- Task brief
In the listing below, the answer starts at the line that has "filename tests/brief/test_prose.py" and stops after the line that has "from briefkit.brief.run import Words"; please repeat that part exactly and nothing more.
━━━━
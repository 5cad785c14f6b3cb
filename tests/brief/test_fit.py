"""Whether sheet 1 fits A5, by published widths."""

from __future__ import annotations

from dataclasses import replace

import pytest

from briefkit.brief import fit
from briefkit.brief.pages import CrewPage, Grid, Section


@pytest.mark.parametrize(
    ("text", "bold", "wanted"),
    [
        # Adobe Core 14 AFM: A 667, V 667, space 278, W 944, i 222 (bold 278), 0 556, degree 400, w 722 (bold 778)
        ("A", False, 6.67),
        ("VNE", False, 6.67 + 7.22 + 6.67),
        ("W i", False, 9.44 + 2.78 + 2.22),
        ("iw", True, 2.78 + 7.78),
        ("30°", False, 5.56 * 2 + 4.00),
    ],
)
def test_widths_are_those_of_helvetica(text, bold, wanted):
    """From memory of the AFM files; the browser test measures the same in Liberation Sans."""
    assert fit.text_width(text, 10.0, bold=bold) == pytest.approx(wanted)


def page(sentences: int) -> CrewPage:
    grid = Grid(("Mass", "Less"), (("2,006 lb", "10 kt"),), "Reduction")
    front = (Section("1. VNE", grid=grid), Section("2. Words", before=("Five words of no consequence.",) * sentences))
    return CrewPage("N", "rev 0", "T", "", "", "Heading", ("Under.",), front, (), (), ())


def test_every_sentence_costs_a_line_and_too_many_are_told():
    assert fit.height(page(11)) - fit.height(page(10)) == pytest.approx(11.0 * 1.2 + 1.0)
    assert fit.complaint(page(5)) == ""
    most = int((fit.HEIGHT - fit.height(page(0))) / (11.0 * 1.2 + 1.0))
    assert fit.complaint(page(most - 1)) == ""
    assert fit.complaint(page(most + 3)).startswith("sheet 1 is about")
    assert "longer than one A5 sheet: fewer masses or words" in fit.complaint(page(most + 3))


def test_sheet_2_is_told_of_too():
    """A row of the table is as tall as its longest cell; a point has a line or more; both at 11 pt."""
    grid = Grid(("a", "b", "c", "d"), (("x", "x", "x", "x"),), "Which", numbers=False)
    one = Section("Which", grid=grid)
    row = ("x", "x", "x", "high speed, heavy, high and hot in a turn")  # 19 em: two lines of the last column
    more = replace(one, grid=replace(grid, rows=(*grid.rows, row)))
    cautions = Section("Cautions", points=("Short.",))
    base, taller = (replace(page(1), recognition=(part, cautions)) for part in (one, more))
    added = fit.recognition_height(taller) - fit.recognition_height(base)
    assert added == pytest.approx(2 * 11.0 * 1.12 + 2.2 + 0.75)
    assert fit.complaint(base) == ""
    long = replace(base, recognition=(one, Section("Cautions", points=("Short.",) * 40)))
    assert fit.complaint(long).startswith("sheet 2 is about ")
    assert fit.recognition_height(page(1)) == 0.0


def test_a_long_sentence_is_broken_where_a_word_would_not_fit():
    narrow = replace(page(1), under=("i" * 400,))  # one word cannot be broken: one line
    assert fit.height(narrow) == pytest.approx(fit.height(page(1)))
    words = replace(page(1), under=(" ".join(["word"] * 60),))
    # "word" is 2.167 em and a space 0.278: at 11 pt 13 of them take 347 of 363 pt, so 60 take five lines
    assert fit.height(words) - fit.height(page(1)) == pytest.approx(4 * 11.0 * 1.2)
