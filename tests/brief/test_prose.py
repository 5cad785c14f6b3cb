"""The author's markdown on the page."""

from __future__ import annotations

import base64

import pytest

from briefkit.brief.prose import set_words
from briefkit.brief.run import Words
from briefkit.errors import BuildError

# The smallest PNG there is: eight bytes of signature are enough for a file that is only carried along.
PNG = b"\x89PNG\r\n\x1a\n"


def words(text: str, **attachments: dict[str, str]) -> Words:
    return Words("the text after code cell 2", text, attachments)


@pytest.mark.parametrize(
    ("text", "part"),
    [
        ("# One", "<h3>One</h3>"),
        ("## Two", "<h4>Two</h4>"),
        ("##### Five", "<h6>Five</h6>"),
        ("a *b* **c**", "<p>a <em>b</em> <strong>c</strong></p>"),
        ("- a\n- b", "<li>a</li>"),
        ("| a | b |\n|---|--:|\n| 1 | 2 |", "<td>1</td>"),
        ("5 \\$ and 6 \\$", "<p>5 $ and 6 $</p>"),
        ("3 < 4 & so", "<p>3 &lt; 4 &amp; so</p>"),
        ("<div>left open", "&lt;div&gt;left open"),
        ("too many ends</div></main>", "too many ends&lt;/div&gt;&lt;/main&gt;"),
        ("<body onload=x()>", "&lt;body onload=x()&gt;"),
    ],
)
def test_markdown(tmp_path, text, part):
    html = set_words(words(text), tmp_path)
    assert part in html
    assert html.startswith('<div class="words">')
    assert html.count("<div") == html.count("</div>")
    assert "</main>" not in html


def test_two_cells_may_carry_the_same_heading(tmp_path):
    assert " id=" not in set_words(words("# One\n\n# One"), tmp_path)


@pytest.mark.parametrize("text", ["$\\mu$", "$$\\mu = 0.3$$", "\\begin{align}a\\end{align}", "```mermaid\na-->b\n```"])
def test_what_needs_a_script_is_refused_by_name(tmp_path, text):
    with pytest.raises(BuildError, match=r"the text after code cell 2: formulas and diagrams .* write them in words"):
        set_words(words(text), tmp_path)


def test_pictures_are_carried_in_the_page(tmp_path):
    (tmp_path / "a b.png").write_bytes(PNG)
    data = "data:image/png;base64," + base64.b64encode(PNG).decode()
    assert f'src="{data}"' in set_words(words("![The strip](a%20b.png)"), tmp_path)
    pasted = {"image/png": base64.b64encode(PNG).decode()}
    assert f'src="{data}"' in set_words(words("![The strip](attachment:x.png)", **{"x.png": pasted}), tmp_path)


@pytest.mark.parametrize(
    ("text", "message"),
    [
        ("![](a.png)", "a picture needs words"),
        ("![x](https://example.invalid/a.png)", "is elsewhere; keep it as a file"),
        ("![x](//example.invalid/a.png)", "is elsewhere"),
        ("![x](../secret.png)", "is not a file in the brief's folder"),
        ("![x](gone.png)", "is not a file in the brief's folder"),
        ("![x](a.svg)", "is not PNG, JPEG, GIF or WebP"),
        ("![x](data:image/svg+xml;base64,PHN2Zz4=)", "a pasted picture is not PNG"),
        ("![x](attachment:gone.png)", "missing attachment: gone.png; paste the picture again"),
    ],
)
def test_a_picture_that_would_be_missing_is_refused(tmp_path, text, message):
    (tmp_path.parent / "secret.png").write_bytes(PNG)
    (tmp_path / "a.png").write_bytes(PNG)
    (tmp_path / "a.svg").write_text("<svg/>")
    with pytest.raises(BuildError, match=f"the text after code cell 2: .*{message}"):
        set_words(words(text), tmp_path)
━━━━
- Solution below
filename tests/brief/test_prose.py
repository 5cad785c14f6b3cb
"""The author's markdown on the page."""

from __future__ import annotations

import base64

import pytest

from briefkit.brief.prose import set_words
from briefkit.brief.run import Words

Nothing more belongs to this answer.